Grandi difficoltà determinate dal caldo fuori stagione si stanno verificando anche nel comparto vitivinicolo e olivicolo. “Abbiamo avuto qualche serata di nebbia, quella umidità sui grappoli la mattina, con 27-30 gradi al sole li ha praticamente cucinati. Le olive sono invece state attaccate dalla mosca, che si è propagata in maniera notevole, ragion per cui quest’anno non avremo in generale una buona qualità d’olio ed in certe zone del Gargano metà delle olive sono cadute a terra prima di poter essere raccolte; quanto all’olio, si potrebbe registrare un tasso di acidità più alto del normale. In generale avremo una riduzione di produzione determinata dalla siccità”. In sintesi, i cambiamenti climatici si sentono anche dal punto di vista economico sui comparto agricolo. “Purtroppo le condizioni climatiche non sono governabili e non possiamo fare nulla per prevenirne i possibili effetti negativi sulle produzioni, del resto l’agricoltore è da sempre soggetto ai capricci del tempo. Si tratta peraltro di fenomeni ciclici, caldo, gelate, piogge, siccità e quant’altro: siamo sotto al cielo.
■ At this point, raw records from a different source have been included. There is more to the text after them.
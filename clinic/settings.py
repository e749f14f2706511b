"""Settings from the environment, failing closed.

``EBBLINE_DEMO=1`` is the demo: plain HTTP on this machine only. Without it cookies need TLS, hosts
must be named, and anything unsafe refuses to start. There is no debug switch.
"""

import os

from django.core.exceptions import ImproperlyConfigured

from clinic import local

BASE_DIR = local.ROOT
DEMO = os.environ.get("EBBLINE_DEMO") == "1"
DEBUG = False
SECRET_KEY = local.secret("secret.key", "EBBLINE_SECRET_KEY")
LEDGER_KEY = local.secret("ledger.key", "EBBLINE_LEDGER_KEY")

ALLOWED_HOSTS = [
    host.strip()
    for host in os.environ.get("EBBLINE_HOSTS", "127.0.0.1,localhost").split(",")
    if host.strip()
]
if not ALLOWED_HOSTS or any("*" in host or host.startswith(".") for host in ALLOWED_HOSTS):
    raise ImproperlyConfigured(
        f"EBBLINE_HOSTS is {os.environ.get('EBBLINE_HOSTS')!r}; allowed: whole host names "
        "separated by commas, because a wildcard lets any site pose as this one. Name the host."
    )
if DEMO and any(host not in {"127.0.0.1", "localhost"} for host in ALLOWED_HOSTS):
    raise ImproperlyConfigured(
        "EBBLINE_DEMO=1 with another host than 127.0.0.1: the demo has no TLS and stays on this "
        "machine. Unset EBBLINE_DEMO for a clinic's own network."
    )

INSTALLED_APPS = [
    "django.contrib.auth",
    "django.contrib.contenttypes",
    "django.contrib.sessions",
    "django.contrib.messages",
    "django.contrib.staticfiles",
    "axes",
    "clinic",
]
MIDDLEWARE = [
    "django.middleware.security.SecurityMiddleware",
    "clinic.middleware.headers.HeadersMiddleware",
    "whitenoise.middleware.WhiteNoiseMiddleware",
    "clinic.middleware.errors.ErrorIdMiddleware",
    "django.contrib.sessions.middleware.SessionMiddleware",
    "django.middleware.common.CommonMiddleware",
    "django.middleware.csrf.CsrfViewMiddleware",
    "django.contrib.auth.middleware.AuthenticationMiddleware",
    "clinic.middleware.idle.IdleMiddleware",
    "clinic.middleware.sign_in.SignInMiddleware",
    "django.contrib.messages.middleware.MessageMiddleware",
    "django.middleware.clickjacking.XFrameOptionsMiddleware",
    "axes.middleware.AxesMiddleware",
]
ROOT_URLCONF = "clinic.urls"
WSGI_APPLICATION = "clinic.wsgi.application"
TEMPLATES = [
    {
        "BACKEND": "django.template.backends.django.DjangoTemplates",
        "DIRS": [BASE_DIR / "templates"],
        "OPTIONS": {
            "context_processors": [
                "django.template.context_processors.request",
                "django.contrib.auth.context_processors.auth",
                "django.contrib.messages.context_processors.messages",
                "clinic.templatetags.page.page",
            ],
            "builtins": ["django.templatetags.static", "clinic.templatetags.ebbline"],
            "loaders": [
                (
                    "django.template.loaders.cached.Loader",
                    ["django.template.loaders.filesystem.Loader"],
                )
            ],
        },
    }
]

DATABASES = {"default": local.database()}
DEFAULT_AUTO_FIELD = "django.db.models.BigAutoField"

AUTH_USER_MODEL = "clinic.User"
AUTHENTICATION_BACKENDS = [
    "axes.backends.AxesStandaloneBackend",
    "django.contrib.auth.backends.ModelBackend",
]
PASSWORD_HASHERS = [
    "django.contrib.auth.hashers.Argon2PasswordHasher",
    "django.contrib.auth.hashers.PBKDF2PasswordHasher",
]
AUTH_PASSWORD_VALIDATORS = [
    {
        "NAME": "django.contrib.auth.password_validation.MinimumLengthValidator",
        "OPTIONS": {"min_length": 12},
    },
    {"NAME": "django.contrib.auth.password_validation.CommonPasswordValidator"},
    {"NAME": "django.contrib.auth.password_validation.UserAttributeSimilarityValidator"},
]
AXES_LOCKOUT_PARAMETERS = [["username", "ip_address"]]
AXES_FAILURE_LIMIT = 5
AXES_COOLOFF_TIME = 0.25  # hours
AXES_RESET_ON_SUCCESS = True
AXES_LOCKOUT_CALLABLE = "clinic.views.accounts.held"
AXES_VERBOSE = False
LOGIN_URL = "sign_in"
LOGIN_REDIRECT_URL = "home"

# A shift long; idleness is judged apart by a signed cookie, so that a GET never writes.
SESSION_COOKIE_AGE = 12 * 60 * 60
SESSION_EXPIRE_AT_BROWSER_CLOSE = True
SESSION_COOKIE_HTTPONLY = True
SESSION_COOKIE_SAMESITE = "Strict"
CSRF_COOKIE_SAMESITE = "Strict"
CSRF_COOKIE_HTTPONLY = True
CSRF_USE_SESSIONS = False
CSRF_FAILURE_VIEW = "clinic.views.errors.csrf_failure"
IDLE_SECONDS = 30 * 60
IDLE_WARN_SECONDS = 5 * 60

SESSION_COOKIE_SECURE = CSRF_COOKIE_SECURE = not DEMO
SECURE_SSL_REDIRECT = not DEMO
SECURE_HSTS_SECONDS = 0 if DEMO else 31_536_000
SECURE_HSTS_INCLUDE_SUBDOMAINS = not DEMO
SECURE_HSTS_PRELOAD = not DEMO
SECURE_CROSS_ORIGIN_OPENER_POLICY = "same-origin"
SECURE_REFERRER_POLICY = "same-origin"
X_FRAME_OPTIONS = "DENY"
# Name and shape of Django 6's own setting, so that the upgrade is a deletion. The hash is that of
# the empty style element the chart library inserts; no 'unsafe-inline', no 'unsafe-eval'.
SECURE_CSP = {
    "default-src": ["'none'"],
    "script-src": ["'self'"],
    "style-src": ["'self'", "'sha256-47DEQpj8HBSa+/TImW+5JCeuQeRkm5NMpJWZG3hSuFU='"],
    "img-src": ["'self'", "data:", "blob:"],
    "font-src": ["'self'"],
    "connect-src": ["'self'"],
    "form-action": ["'self'"],
    "base-uri": ["'none'"],
    "frame-ancestors": ["'none'"],
}

LANGUAGE_CODE = "en"
USE_I18N = False
TIME_ZONE = os.environ.get("EBBLINE_TIME_ZONE", "UTC")
USE_TZ = True
DATE_INPUT_FORMATS = ["%Y-%m-%d"]
FORMAT_MODULE_PATH = ["clinic.formats"]

STATIC_URL = "/static/"
# Served from where they lie: nothing to collect, nothing from outside.
STATIC_ROOT = None
WHITENOISE_USE_FINDERS = True
WHITENOISE_AUTOREFRESH = False
WHITENOISE_MAX_AGE = 300

DATA_UPLOAD_MAX_MEMORY_SIZE = 2_500_000
DATA_UPLOAD_MAX_NUMBER_FIELDS = 2_000
FILE_UPLOAD_MAX_MEMORY_SIZE = 2_500_000

# No values in logs: only the level, the logger and our own sentences with error ids.
LOGGING = {
    "version": 1,
    "disable_existing_loggers": False,
    "filters": {"no_values": {"()": "clinic.middleware.errors.NoValues"}},
    "formatters": {"plain": {"format": "{asctime} {levelname} {name} {message}", "style": "{"}},
    "handlers": {
        "stderr": {
            "class": "logging.StreamHandler",
            "formatter": "plain",
            "filters": ["no_values"],
        }
    },
    "root": {"handlers": ["stderr"], "level": "WARNING"},
    "loggers": {
        "django": {"handlers": ["stderr"], "level": "WARNING", "propagate": False},
        "axes": {"handlers": ["stderr"], "level": "ERROR", "propagate": False},
    },
}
Se ne parla già dagli anni Ottanta, quando da noi ha iniziato a venir meno l’acqua. Si parlò di vasche, riserve, invasi; nelle aziende si è cambiata la metodologia di irrigazione e arrivarono i primi impianti a goccia. Si parlava già all’epoca di desertificazione del Sud e della Puglia. Trovo che questo sia il tema più importante oggi: assicurare con continuità l’acqua all’agricoltura, che non può vivere di alti e bassi. Anche su questo è necessario passare dalle parole ai fatti e iniziare a realizzare le infrastrutture che servono. Innanzitutto dighe ma anche un sistema di recupero delle acque piovane, è inammissibile che le grandi quantità di pioggia che cadono ormai in pochi minuti durante le cosiddette bombe d’acqua finiscano in mare quando potrebbero essere conservate ed utilizzate all’occorren-za nei campi. Stesso discorso per le acque nere, che opportunamente trattate e bonificate, potrebbero essere utilizzate nell’irrigazione quanto meno degli alberi”.
A tal proposito c’è chi propone di sostituire le coltivazioni tradizionali con varietà più adatte a climi aridi. Idea che però non convince Lonigro: “Dalle nostre parti da sempre abbiamo temperature gradevoli anche fino a dicembre, i mesi freddi qui sono quasi sempre da dicembre a febbraio; quindi, non credo dovremo per questo cambiare le nostre produzioni. Piuttosto questo rischio si corre per la mancanza di manodopera specializzata. Senza uomini che si occupano di specifiche mansioni, come potatura e raccolta a mano, si dovrà andare inevitabilmente verso la meccanizzazione e per questo servirà modificare le colture”, ha concluso Lonigro.